▶ [Your instructions] Filter the records below and copy every line containing the word "each".

Collected data entries
* * * *

import type { BarId } from '../layout/model.ts';
import { RootSearch } from '../stability/criticalLoad.ts';
import type { Frame, Mechanism, NodeMotion } from './model.ts';
import { FrameSolver } from './solver.ts';

export interface BayCritical {
  /** Lowest factor on the given forces at which the bay buckles; null when no force compresses anything, or the bay is a mechanism. */
  readonly factor: number | null;
  /** Motion of each node of the frame at buckling, largest displacement 1. */
  readonly mode: readonly NodeMotion[];
  readonly mechanisms: readonly Mechanism[];
  readonly trials: number;
}

/**
 * Lowest critical load factor of an assembled bay under given axial forces: exact bending functions in every piece, the same root count as for
 * single bars. Torsion under axial force is left to the single bar.
 *
 * @param shares axial force of each bar per unit of the factor, N, tension positive
 * @param guess a factor of about the right size, such as the lowest of the single bars
 */
export function bayCriticalLoad(
  frame: Frame,
  shares: ReadonlyMap<BarId, number>,
  guess: number,
): BayCritical {
  const plain = new FrameSolver(frame);
  const mechanisms = plain.mechanisms();
  const compressed = [...shares.values()].some((share) => share < 0);
  if (!compressed || mechanisms.length > 0 || plain.criticalLoadsBelow > 0)
    return { factor: null, mode: [], mechanisms, trials: 0 };
  const solverAt = (factor: number): FrameSolver =>
    new FrameSolver(
      {
        ...frame,
        elements: frame.elements.map((element) => ({
          ...element,
          tension: factor * (shares.get(element.bar) ?? 0),
        })),
      },
      plain.symbolic,
    );
  const search = new RootSearch({
    tried: (factor) => {
      const solver = solverAt(factor);
      return {
        below: solver.criticalLoadsBelow,
        clamped: solver.hiddenCount,
        logDeterminant: solver.logDeterminant,
      };
    },
  });
  const factor = search.root(1, guess, 1e-9);
  return { factor, mode: modeOf(solverAt(factor * (1 - 1e-8)), frame), mechanisms, trials: search.trials };
}

function modeOf(solver: FrameSolver, frame: Frame): readonly NodeMotion[] {
  let x: Float64Array = Float64Array.from({ length: solver.size }, (_, k) => Math.sin(1 + 2.3 * k));
  for (let sweep = 0; sweep < 4; sweep++) {
    x = solver.solve(x);
    let most = 0;
    for (const value of x) most = Math.max(most, Math.abs(value));
    for (let k = 0; k < x.length; k++) x[k] = (x[k] ?? 0) / most;
  }
  const motions = frame.nodes.map((_, node) => solver.motionOf(x, node));
  const largest = motions.reduce((most, [a, b, c]) => Math.max(most, Math.hypot(a, b, c)), 0);
  return motions.map(([a, b, c, d, e, f]) => [
    a / largest,
    b / largest,
    c / largest,
    d / largest,
    e / largest,
    f / largest,
  ]);
}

* * * *

▶ [Written answer]
  /** Motion of each node of the frame at buckling, largest displacement 1. */
 * @param shares axial force of each bar per unit of the factor, N, tension positive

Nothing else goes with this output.